▸ Task details: Filter the material below down to the lines with the word "wrapper" and give those lines.

● ● ●

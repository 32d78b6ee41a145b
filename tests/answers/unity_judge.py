"""ngspice on the netlist as written, from its own command line: unity gain, margins and peaking out of a fine sweep."""

from __future__ import annotations

import subprocess
from pathlib import Path

import numpy as np
from msgspec import Struct
from numpy.typing import NDArray

from netlist_judge import TIGHT

# Between points so close a straight line in ln|H| over ln f is off by 1e-6.
POINTS_PER_DECADE = 1000


class Judged(Struct, frozen=True):
    """What the sweep says: frequency (k,) in Hz, complex output (k,) in V."""

    frequency_hz: NDArray[np.float64]
    output: NDArray[np.complex128]

    def level_hz(self, level: float) -> float:
        """Give the first frequency where the output falls to this level."""
        size = np.log(np.abs(self.output) / level)
        k = int(np.flatnonzero((size[:-1] >= 0.0) & (size[1:] < 0.0))[0])
        return self._between(k, size)

    def phase_beyond(self, reference: complex) -> NDArray[np.float64]:
        """Give the phase less that of the reference in degrees, continuous from the first point on, (k,)."""
        return np.asarray(np.degrees(np.unwrap(np.angle(self.output / reference))), dtype=np.float64)

    def turned_hz(self, reference: complex) -> float:
        """Give the first frequency where the phase beyond the reference is −180°."""
        left = self.phase_beyond(reference) + 180.0
        return self._between(int(np.flatnonzero(left < 0.0)[0]) - 1, left)

    def at(self, hz: float, values: NDArray[np.float64]) -> float:
        """Interpolate values (k,) over ln f."""
        return float(np.interp(np.log(hz), np.log(self.frequency_hz), values))

    def _between(self, k: int, values: NDArray[np.float64]) -> float:
        share = values[k] / (values[k] - values[k + 1])
        return float(self.frequency_hz[k] * (self.frequency_hz[k + 1] / self.frequency_hz[k]) ** share)


def judge(netlist: Path, folder: Path, output: str, start_hz: float, stop_hz: float) -> Judged:
    """Let ngspice sweep the netlist; output: an expression of its own language, "v(out)" or "v(outp)-v(outn)"."""
    data = folder / "sweep.txt"
    script = ["judge", ".control", "set noaskquit", "set wr_singlescale", "set numdgt=14", f"source {netlist}", TIGHT]
    script += [f"ac dec {POINTS_PER_DECADE} {start_hz:g} {stop_hz:g}", f"let taken = {output}"]
    script += [f"wrdata {data} real(taken) imag(taken)", "quit", ".endc", ".end"]
    wrapper = folder / "judge.sp"
    wrapper.write_text("\n".join(script) + "\n")
    ran = subprocess.run(
        ["ngspice", "-n", "-b", str(wrapper)], capture_output=True, encoding="latin-1", timeout=30, check=False
    )
    assert data.exists(), ran.stdout + ran.stderr
    table = np.loadtxt(data)
    return Judged(table[:, 0], table[:, 1] + 1j * table[:, 2])
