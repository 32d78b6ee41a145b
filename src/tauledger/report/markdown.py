"""The review as Markdown for a pull request: the same document as the page, without its pictures."""

from __future__ import annotations

import re
from collections.abc import Iterator

from tauledger.record import Review
from tauledger.report.blocks import Folded, Items, Prose, Section
from tauledger.report.document import document
from tauledger.report.tables.grid import Grid
from tauledger.report.tables.working import Lines
from tauledger.report.terms import TERMS

_BREAK = re.compile(r"\s*[\r\n]+\s*")
# What Markdown or the place that shows it would take for markup, a mention or a reference; an underscore only where it
# could open emphasis.
_MARKUP = re.compile(r"[\\`*\[\]<>|~$]|(?<!\w)_|_(?!\w)|(?<!&)#(?=\w)|@(?=\w)|&(?=#?\w+;)")
_AS_NUMBER = "<>&@#$|"
INDENT = {"place": "&emsp;", "part": "&emsp;&emsp;"}
FOLDED = ("devices", "roots", "lines", "proof", "trust")


def to_markdown(review: Review) -> bytes:
    """Give the review as Markdown in UTF-8; equal reviews give equal bytes."""
    page = document(review)
    lines = [f"## {escape(page.title)}", "", escape(page.subtitle), ""]
    if page.warning:
        lines += [f"> **{escape(page.warning)}**", ""]
    lines += [f"**{escape(page.headline)}**", ""]
    lines += [
        "| " + " | ".join(escape(figure.label) for figure in page.figures) + " |",
        "|---" * len(page.figures) + "|",
    ]
    lines.append("| " + " | ".join(f"**{escape(f.value)}**<br>{escape(f.beside)}" for f in page.figures) + " |")
    lines.append("")
    for answer in page.answers:
        lines += [f"- **{escape(answer.question)}** {escape(answer.answer)}"]
    lines.append("")
    for section in page.sections:
        lines += _section(section)
    lines += ["<details><summary>Terms</summary>", ""]
    lines += [f"- **{escape(term)}**: {escape(says)}" for term, says in TERMS.items()]
    lines += ["", "</details>"]
    return ("\n".join(lines) + "\n").encode(errors="backslashreplace")


def escape(text: str) -> str:
    """Write text so that it stays text, on one line."""
    one_line = _BREAK.sub(" ", text)
    return _MARKUP.sub(
        lambda found: f"&#{ord(found.group())};" if found.group() in _AS_NUMBER else f"\\{found.group()}", one_line
    )


def _section(section: Section) -> list[str]:
    lines = [line for block in section.blocks for line in _block(block)]
    if not lines:
        return []
    if section.key in FOLDED:
        return [f"<details><summary><b>{escape(section.title)}</b></summary>", "", *lines, "</details>", ""]
    return [f"### {escape(section.title)}", "", *lines]


def _block(block: object) -> Iterator[str]:
    if isinstance(block, Grid):
        yield from _table(block)
    elif isinstance(block, Prose):
        yield from (escape(block.text), "")
    elif isinstance(block, Items):
        yield from (f"- **{escape(item.lead)}** {escape(item.text)}" for item in block.items)
        yield ""
    elif isinstance(block, Lines):
        yield from (f"- {escape(line)}" for line in block.lines)
        yield ""
    elif isinstance(block, Folded):
        yield from (f"<details><summary>{escape(block.title)}</summary>", "")
        for inner in block.blocks:
            yield from _block(inner)
        yield from ("</details>", "")


def _table(grid: Grid) -> Iterator[str]:
    if grid.columns[0].head:
        yield from (f"*{escape(grid.caption)}*", "")
    yield "| " + " | ".join(escape(column.head) for column in grid.columns) + " |"
    yield "|" + "|".join("---:" if column.align == "r" else "---" for column in grid.columns) + "|"
    for row in grid.rows:
        cells = [escape(cell) for cell in row.cells]
        if row.kind in INDENT:
            cells[0] = f"{INDENT[row.kind]}{cells[0]}"
        elif row.kind == "sum":
            cells = [f"**{cell}**" if cell else "" for cell in cells]
        yield "| " + " | ".join(cells) + " |"
    yield ""
    if grid.note:
        yield from (escape(grid.note), "")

● ● ●

▸ Response area:
    wrapper = folder / "judge.sp"
    wrapper.write_text("\n".join(script) + "\n")
        ["ngspice", "-n", "-b", str(wrapper)], capture_output=True, encoding="latin-1", timeout=30, check=False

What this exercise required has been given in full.